··· DATA SUPPLIED

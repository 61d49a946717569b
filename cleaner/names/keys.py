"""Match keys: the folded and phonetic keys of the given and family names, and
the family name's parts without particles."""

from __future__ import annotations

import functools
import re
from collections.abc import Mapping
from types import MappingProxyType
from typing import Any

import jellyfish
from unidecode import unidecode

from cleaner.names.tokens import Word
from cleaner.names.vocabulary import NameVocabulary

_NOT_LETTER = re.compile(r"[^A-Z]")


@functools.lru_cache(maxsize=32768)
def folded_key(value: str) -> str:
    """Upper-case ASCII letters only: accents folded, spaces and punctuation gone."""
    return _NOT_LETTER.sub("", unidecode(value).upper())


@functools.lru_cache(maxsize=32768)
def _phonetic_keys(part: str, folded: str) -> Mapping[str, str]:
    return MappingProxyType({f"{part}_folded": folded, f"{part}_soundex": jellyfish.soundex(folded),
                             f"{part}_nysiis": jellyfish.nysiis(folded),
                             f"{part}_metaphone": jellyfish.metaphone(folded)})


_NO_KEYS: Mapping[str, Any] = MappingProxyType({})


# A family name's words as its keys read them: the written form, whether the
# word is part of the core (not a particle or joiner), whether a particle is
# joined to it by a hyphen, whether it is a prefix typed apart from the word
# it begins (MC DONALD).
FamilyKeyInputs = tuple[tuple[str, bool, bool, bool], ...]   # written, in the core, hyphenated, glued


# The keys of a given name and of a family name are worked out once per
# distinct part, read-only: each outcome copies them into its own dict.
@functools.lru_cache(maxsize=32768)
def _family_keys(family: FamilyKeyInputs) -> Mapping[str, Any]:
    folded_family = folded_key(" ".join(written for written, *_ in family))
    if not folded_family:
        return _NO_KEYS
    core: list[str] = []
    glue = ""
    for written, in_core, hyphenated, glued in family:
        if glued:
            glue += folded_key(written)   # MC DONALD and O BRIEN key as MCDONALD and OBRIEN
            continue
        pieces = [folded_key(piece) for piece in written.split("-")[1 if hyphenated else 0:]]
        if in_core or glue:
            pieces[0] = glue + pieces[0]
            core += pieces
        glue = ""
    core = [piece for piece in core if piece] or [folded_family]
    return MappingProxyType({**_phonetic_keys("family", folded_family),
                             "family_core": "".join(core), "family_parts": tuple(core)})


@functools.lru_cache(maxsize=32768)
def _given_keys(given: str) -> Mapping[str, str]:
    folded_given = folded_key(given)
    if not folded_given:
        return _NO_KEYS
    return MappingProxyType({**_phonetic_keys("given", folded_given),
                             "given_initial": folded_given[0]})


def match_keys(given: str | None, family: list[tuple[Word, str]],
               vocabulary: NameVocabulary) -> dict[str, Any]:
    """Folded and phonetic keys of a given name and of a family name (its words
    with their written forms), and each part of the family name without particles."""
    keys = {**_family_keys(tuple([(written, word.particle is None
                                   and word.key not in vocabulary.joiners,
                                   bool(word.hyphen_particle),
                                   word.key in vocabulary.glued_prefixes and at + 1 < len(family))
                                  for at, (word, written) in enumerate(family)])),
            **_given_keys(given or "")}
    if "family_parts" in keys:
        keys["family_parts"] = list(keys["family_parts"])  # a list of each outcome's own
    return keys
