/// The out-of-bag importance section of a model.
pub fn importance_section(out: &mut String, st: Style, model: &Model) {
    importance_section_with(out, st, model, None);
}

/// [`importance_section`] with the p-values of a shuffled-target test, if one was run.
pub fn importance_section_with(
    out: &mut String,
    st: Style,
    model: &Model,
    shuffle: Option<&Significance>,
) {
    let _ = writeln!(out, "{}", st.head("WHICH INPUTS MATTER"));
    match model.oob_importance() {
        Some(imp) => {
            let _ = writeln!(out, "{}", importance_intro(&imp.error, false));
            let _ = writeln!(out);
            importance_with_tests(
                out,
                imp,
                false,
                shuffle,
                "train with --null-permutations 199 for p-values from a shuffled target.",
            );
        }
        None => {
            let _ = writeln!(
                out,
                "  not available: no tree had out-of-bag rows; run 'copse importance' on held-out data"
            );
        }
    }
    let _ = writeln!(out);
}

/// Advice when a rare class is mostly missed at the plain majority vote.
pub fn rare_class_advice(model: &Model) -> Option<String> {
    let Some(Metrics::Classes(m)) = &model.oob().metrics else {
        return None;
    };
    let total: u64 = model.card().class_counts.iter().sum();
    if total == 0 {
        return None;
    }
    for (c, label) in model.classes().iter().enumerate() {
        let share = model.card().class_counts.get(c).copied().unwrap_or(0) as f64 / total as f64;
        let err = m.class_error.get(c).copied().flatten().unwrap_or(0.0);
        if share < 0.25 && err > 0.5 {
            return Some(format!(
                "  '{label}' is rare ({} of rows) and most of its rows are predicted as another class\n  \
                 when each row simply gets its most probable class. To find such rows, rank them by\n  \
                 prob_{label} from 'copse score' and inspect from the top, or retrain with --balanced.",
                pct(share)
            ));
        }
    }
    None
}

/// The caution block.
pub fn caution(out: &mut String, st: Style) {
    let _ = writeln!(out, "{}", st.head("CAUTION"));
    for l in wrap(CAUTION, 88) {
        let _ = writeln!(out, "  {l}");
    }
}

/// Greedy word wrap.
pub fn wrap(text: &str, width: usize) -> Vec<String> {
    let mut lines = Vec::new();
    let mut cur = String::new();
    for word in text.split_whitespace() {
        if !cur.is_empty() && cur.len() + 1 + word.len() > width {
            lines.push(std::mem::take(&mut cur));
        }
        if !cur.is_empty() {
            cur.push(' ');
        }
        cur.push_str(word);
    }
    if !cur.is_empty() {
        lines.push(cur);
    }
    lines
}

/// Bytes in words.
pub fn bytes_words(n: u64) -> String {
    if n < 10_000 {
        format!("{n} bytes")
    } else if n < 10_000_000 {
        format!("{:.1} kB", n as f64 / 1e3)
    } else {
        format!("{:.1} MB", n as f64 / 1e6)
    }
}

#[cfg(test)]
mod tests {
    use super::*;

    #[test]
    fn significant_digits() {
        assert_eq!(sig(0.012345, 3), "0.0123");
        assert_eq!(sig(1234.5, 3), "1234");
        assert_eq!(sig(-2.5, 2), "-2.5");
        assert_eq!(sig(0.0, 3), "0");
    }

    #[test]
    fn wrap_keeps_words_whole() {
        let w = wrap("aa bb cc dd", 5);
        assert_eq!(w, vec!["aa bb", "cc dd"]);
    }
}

······

TASK ITEM:
The material above should be retyped in full, exactly as given.

ANSWER TO THIS TASK:
repository 61d49a946717569b
filename cleaner/names/keys.py
"""Match keys: the folded and phonetic keys of the given and family names, and
the family name's parts without particles."""

from __future__ import annotations

import functools
import re
from collections.abc import Mapping
from types import MappingProxyType
from typing import Any

import jellyfish
from unidecode import unidecode

from cleaner.names.tokens import Word
from cleaner.names.vocabulary import NameVocabulary

_NOT_LETTER = re.compile(r"[^A-Z]")


@functools.lru_cache(maxsize=32768)
def folded_key(value: str) -> str:
    """Upper-case ASCII letters only: accents folded, spaces and punctuation gone."""
    return _NOT_LETTER.sub("", unidecode(value).upper())


@functools.lru_cache(maxsize=32768)
def _phonetic_keys(part: str, folded: str) -> Mapping[str, str]:
    return MappingProxyType({f"{part}_folded": folded, f"{part}_soundex": jellyfish.soundex(folded),
                             f"{part}_nysiis": jellyfish.nysiis(folded),
                             f"{part}_metaphone": jellyfish.metaphone(folded)})


_NO_KEYS: Mapping[str, Any] = MappingProxyType({})


# A family name's words as its keys read them: the written form, whether the
# word is part of the core (not a particle or joiner), whether a particle is
# joined to it by a hyphen, whether it is a prefix typed apart from the word
# it begins (MC DONALD).
FamilyKeyInputs = tuple[tuple[str, bool, bool, bool], ...]   # written, in the core, hyphenated, glued


# The keys of a given name and of a family name are worked out once per
# distinct part, read-only: each outcome copies them into its own dict.
@functools.lru_cache(maxsize=32768)
def _family_keys(family: FamilyKeyInputs) -> Mapping[str, Any]:
    folded_family = folded_key(" ".join(written for written, *_ in family))
    if not folded_family:
        return _NO_KEYS
    core: list[str] = []
    glue = ""
    for written, in_core, hyphenated, glued in family:
        if glued:
            glue += folded_key(written)   # MC DONALD and O BRIEN key as MCDONALD and OBRIEN
            continue
        pieces = [folded_key(piece) for piece in written.split("-")[1 if hyphenated else 0:]]
        if in_core or glue:
            pieces[0] = glue + pieces[0]
            core += pieces
        glue = ""
    core = [piece for piece in core if piece] or [folded_family]
    return MappingProxyType({**_phonetic_keys("family", folded_family),
                             "family_core": "".join(core), "family_parts": tuple(core)})


@functools.lru_cache(maxsize=32768)
def _given_keys(given: str) -> Mapping[str, str]:
    folded_given = folded_key(given)
    if not folded_given:
        return _NO_KEYS
    return MappingProxyType({**_phonetic_keys("given", folded_given),
                             "given_initial": folded_given[0]})


def match_keys(given: str | None, family: list[tuple[Word, str]],
               vocabulary: NameVocabulary) -> dict[str, Any]:
    """Folded and phonetic keys of a given name and of a family name (its words
    with their written forms), and each part of the family name without particles."""
    keys = {**_family_keys(tuple([(written, word.particle is None
                                   and word.key not in vocabulary.joiners,
                                   bool(word.hyphen_particle),
                                   word.key in vocabulary.glued_prefixes and at + 1 < len(family))
                                  for at, (word, written) in enumerate(family)])),
            **_given_keys(given or "")}
    if "family_parts" in keys:
        keys["family_parts"] = list(keys["family_parts"])  # a list of each outcome's own
    return keys
/// The out-of-bag importance section of a model.
pub fn importance_section(out: &mut String, st: Style, model: &Model) {
    importance_section_with(out, st, model, None);
}

/// [`importance_section`] with the p-values of a shuffled-target test, if one was run.
pub fn importance_section_with(
    out: &mut String,
    st: Style,
    model: &Model,
    shuffle: Option<&Significance>,
) {
    let _ = writeln!(out, "{}", st.head("WHICH INPUTS MATTER"));
    match model.oob_importance() {
        Some(imp) => {
            let _ = writeln!(out, "{}", importance_intro(&imp.error, false));
            let _ = writeln!(out);
            importance_with_tests(
                out,
                imp,
                false,
                shuffle,
                "train with --null-permutations 199 for p-values from a shuffled target.",
            );
        }
        None => {
            let _ = writeln!(
                out,
                "  not available: no tree had out-of-bag rows; run 'copse importance' on held-out data"
            );
        }
    }
    let _ = writeln!(out);
}

/// Advice when a rare class is mostly missed at the plain majority vote.
pub fn rare_class_advice(model: &Model) -> Option<String> {
    let Some(Metrics::Classes(m)) = &model.oob().metrics else {
        return None;
    };
    let total: u64 = model.card().class_counts.iter().sum();
    if total == 0 {
        return None;
    }
    for (c, label) in model.classes().iter().enumerate() {
        let share = model.card().class_counts.get(c).copied().unwrap_or(0) as f64 / total as f64;
        let err = m.class_error.get(c).copied().flatten().unwrap_or(0.0);
        if share < 0.25 && err > 0.5 {
            return Some(format!(
                "  '{label}' is rare ({} of rows) and most of its rows are predicted as another class\n  \
                 when each row simply gets its most probable class. To find such rows, rank them by\n  \
                 prob_{label} from 'copse score' and inspect from the top, or retrain with --balanced.",
                pct(share)
            ));
        }
    }
    None
}

/// The caution block.
pub fn caution(out: &mut String, st: Style) {
    let _ = writeln!(out, "{}", st.head("CAUTION"));
    for l in wrap(CAUTION, 88) {
        let _ = writeln!(out, "  {l}");
    }
}

/// Greedy word wrap.
pub fn wrap(text: &str, width: usize) -> Vec<String> {
    let mut lines = Vec::new();
    let mut cur = String::new();
    for word in text.split_whitespace() {
        if !cur.is_empty() && cur.len() + 1 + word.len() > width {
            lines.push(std::mem::take(&mut cur));
        }
        if !cur.is_empty() {
            cur.push(' ');
        }
        cur.push_str(word);
    }
    if !cur.is_empty() {
        lines.push(cur);
    }
    lines
}

/// Bytes in words.
pub fn bytes_words(n: u64) -> String {
    if n < 10_000 {
        format!("{n} bytes")
    } else if n < 10_000_000 {
        format!("{:.1} kB", n as f64 / 1e3)
    } else {
        format!("{:.1} MB", n as f64 / 1e6)
    }
}

#[cfg(test)]
mod tests {
    use super::*;

    #[test]
    fn significant_digits() {
        assert_eq!(sig(0.012345, 3), "0.0123");
        assert_eq!(sig(1234.5, 3), "1234");
        assert_eq!(sig(-2.5, 2), "-2.5");
        assert_eq!(sig(0.0, 3), "0");
    }

    #[test]
    fn wrap_keeps_words_whole() {
        let w = wrap("aa bb cc dd", 5);
        assert_eq!(w, vec!["aa bb", "cc dd"]);
    }
}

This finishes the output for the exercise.